Ueshiba did that without touching uke because uke knew that allowing O'sensei to actually make contact on iriminage would hurt like hell.:boing2:


----------



## kaizasosei (Jan 10, 2008)

#

well, maybe


----------



## theletch1 (Jan 10, 2008)

kaizasosei said:


> #
> 
> well, maybe


I was being somewhat light hearted with my answer.  Sorry if I offended.  There are times when raising your arm is all you realy have to do if your arm is aligned correctly with uke's eyes.  Humans have a natural instinct to protect their eyes and will react in the opposite direction of anything coming at their face.  If timed right you may not need to actually touch uke to break his balance.  It's difficult, but if anyone could do it with regularity it would have been Ueshiba.


----------



## kaizasosei (Jan 10, 2008)

sorry 2.

could be. 

i think many aikido sensei can do that.  some people do it just by instinct without any aikido knowledge(with some contact however).
if the opponent has a sword i know of doing this move while raising the opponents sword( upwards in a circular redirecting way).


----------



## kaizasosei (Jan 10, 2008)

2 again...:/

no offense taken.-  i was just to slow to reply in a coherant way.


----------



## theletch1 (Jan 10, 2008)

No problem.  The typed word is not always a great way to confer humor.  No inflection.  As for being coherent, don't worry about it.  If you ever had a chance to talk to me before my first cup of coffee you'd hear someone being incoherent.:boing2:


----------



## Yari (Jan 11, 2008)

theletch1 said:


> Ueshiba did that without touching uke because uke knew that allowing O'sensei to actually make contact on iriminage would hurt like hell.:boing2:


 
I've read the rest, but I think this is close to the truth.
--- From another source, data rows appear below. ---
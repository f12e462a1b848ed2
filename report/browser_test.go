package report

import (
	"bytes"
	"context"
	"errors"
	"image/color"
	"image/png"
	"os"
	"os/exec"
	"path/filepath"
	"strings"
	"syscall"
	"testing"
	"time"

	"golang.org/x/net/html"

	"gaitrig/record"
)

// findChromium returns the path of the headless browser, failing the test
// when it is missing and GAITRIG_REQUIRE_TOOLS=1, skipping it otherwise.
func findChromium(t *testing.T) string {
	t.Helper()
	for _, name := range []string{"chromium", "/usr/bin/chromium"} {
		if p, err := exec.LookPath(name); err == nil {
			return p
		}
	}
	if os.Getenv("GAITRIG_REQUIRE_TOOLS") == "1" {
		t.Fatal("chromium not found (Debian package chromium) and GAITRIG_REQUIRE_TOOLS=1")
	}
	t.Skip("chromium not found: install the Debian package chromium to run the browser check (set GAITRIG_REQUIRE_TOOLS=1 to make this a failure)")
	return ""
}

// runChromium runs headless Chromium with args, bounded by timeout. The
// browser runs in its own process group, which is killed when the time is
// up and after it exits, so no helper process outlives the test.
func runChromium(t *testing.T, bin string, timeout time.Duration, args ...string) []byte {
	t.Helper()
	ctx, cancel := context.WithTimeout(context.Background(), timeout)
	defer cancel()
	base := []string{
		"--headless", "--no-sandbox", "--disable-gpu", "--disable-quic", "--no-first-run",
		"--disable-background-networking", "--disable-component-update", "--disable-sync",
		"--user-data-dir=" + t.TempDir(),
	}
	cmd := exec.CommandContext(ctx, bin, append(base, args...)...)
	cmd.SysProcAttr = &syscall.SysProcAttr{Setpgid: true}
	cmd.Cancel = func() error { return syscall.Kill(-cmd.Process.Pid, syscall.SIGKILL) }
	cmd.WaitDelay = 5 * time.Second
	var stdout, stderr bytes.Buffer
	cmd.Stdout, cmd.Stderr = &stdout, &stderr
	err := cmd.Run()
	if cmd.Process != nil {
		_ = syscall.Kill(-cmd.Process.Pid, syscall.SIGKILL) // leftover helpers of our own group only
	}
	if errors.Is(ctx.Err(), context.DeadlineExceeded) {
		t.Fatalf("chromium did not finish within %v; stderr:\n%s", timeout, tail(stderr.String(), 2000))
	}
	if err != nil {
		t.Fatalf("chromium %v: %v; stderr:\n%s", args, err, tail(stderr.String(), 2000))
	}
	return stdout.Bytes()
}

func tail(s string, n int) string {
	if len(s) > n {
		return "…" + s[len(s)-n:]
	}
	return s
}

// TestReportInChromium loads a report in headless Chromium, finds every
// plot in the DOM the browser built, and checks a screenshot shows them
// drawn (pixels of the legs' colours are on the page).
func TestReportInChromium(t *testing.T) {
	bin := findChromium(t)
	dir := filepath.Join(t.TempDir(), "run")
	// A walker with a torso and measured latency, so every figure the
	// report can draw is on the page.
	r := makeSynthRun(synthOpts{durationS: 8, hz: 1000, patchMu: 0.15, withTorso: true})
	r.m.Clock = "wallclock"
	for i := range r.ticks {
		r.ticks[i].LatencyUS = 900 + float64((i*53)%400)
	}
	r.sum.Criteria = append(r.sum.Criteria, record.Criterion{Name: latencyCriterion, Pass: true, Value: 1290, Limit: 2000})
	writeSynthFolder(t, dir, r, true)
	ids := append(append([]string{}, plotIDs...), torsoPlotID, latencyPlotID, latencyCDFID, latencyTailID)
	if err := WriteHTML(dir); err != nil {
		t.Fatal(err)
	}
	abs, err := filepath.Abs(filepath.Join(dir, HTMLFile))
	if err != nil {
		t.Fatal(err)
	}
	url := "file://" + abs

	t.Run("dom", func(t *testing.T) {
		out := runChromium(t, bin, 90*time.Second, "--dump-dom", url)
		doc, err := html.Parse(bytes.NewReader(out))
		if err != nil {
			t.Fatalf("dumped DOM does not parse: %v", err)
		}
		found := map[string]int{}
		svgs := 0
		var walk func(n *html.Node)
		walk = func(n *html.Node) {
			if n.Type == html.ElementNode && n.Data == "svg" {
				svgs++
				for _, a := range n.Attr {
					if a.Key == "id" {
						found[a.Val]++
						if countElements(n, "path") < 3 {
							t.Errorf("#%s in the browser DOM has almost no drawing", a.Val)
						}
					}
				}
			}
			for c := n.FirstChild; c != nil; c = c.NextSibling {
				walk(c)
			}
		}
		walk(doc)
		for _, id := range ids {
			if found[id] != 1 {
				t.Errorf("browser DOM has %d <svg id=%q>, want 1", found[id], id)
			}
		}
		if svgs != len(ids) {
			t.Errorf("browser DOM has %d <svg> elements, want %d", svgs, len(ids))
		}
		if !strings.Contains(textOf(doc), "not a safety certificate") {
			t.Error("safety caution not in the browser DOM")
		}
	})

	t.Run("screenshot", func(t *testing.T) {
		shot := filepath.Join(t.TempDir(), "report.png")
		runChromium(t, bin, 90*time.Second, "--hide-scrollbars", "--window-size=1200,5200", "--screenshot="+shot, url)
		f, err := os.Open(shot)
		if err != nil {
			t.Fatalf("no screenshot: %v", err)
		}
		defer f.Close()
		img, err := png.Decode(f)
		if err != nil {
			t.Fatalf("screenshot is not a PNG: %v", err)
		}
		near := func(c color.Color, want color.RGBA) bool {
			r, g, b, _ := c.RGBA()
			d := func(a uint32, w uint8) int { x := int(a>>8) - int(w); return x * x }
			return d(r, want.R)+d(g, want.G)+d(b, want.B) < 20*20
		}
		var left, right int
		bnd := img.Bounds()
		for y := bnd.Min.Y; y < bnd.Max.Y; y += 2 {
			for x := bnd.Min.X; x < bnd.Max.X; x += 2 {
				c := img.At(x, y)
				if near(c, colLeft) {
					left++
				}
				if near(c, colRight) {
					right++
				}
			}
		}
		// A page with the plots drawn has thousands of such pixels (lines,
		// legends, stick figures); a blank or broken page has none.
		if left < 500 || right < 500 {
			t.Errorf("screenshot has %d left-leg and %d right-leg coloured pixels (sampled); the plots do not seem drawn", left, right)
		}
		t.Logf("sampled pixels: %d left-leg blue, %d right-leg orange", left, right)
	})
}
Also we have to remember that many demostrations show principles: the hows and whys.

I've never experienced O'Sensei myself, but can only evaluate from videos and what other poeple have experienced.

/yari


----------



## Yari (Jan 11, 2008)

theletch1 said:


> ........ before my first cup of coffee you'd hear someone being incoherent.:boing2:


 
I dont even know that I'm awake ;-)

/yari


----------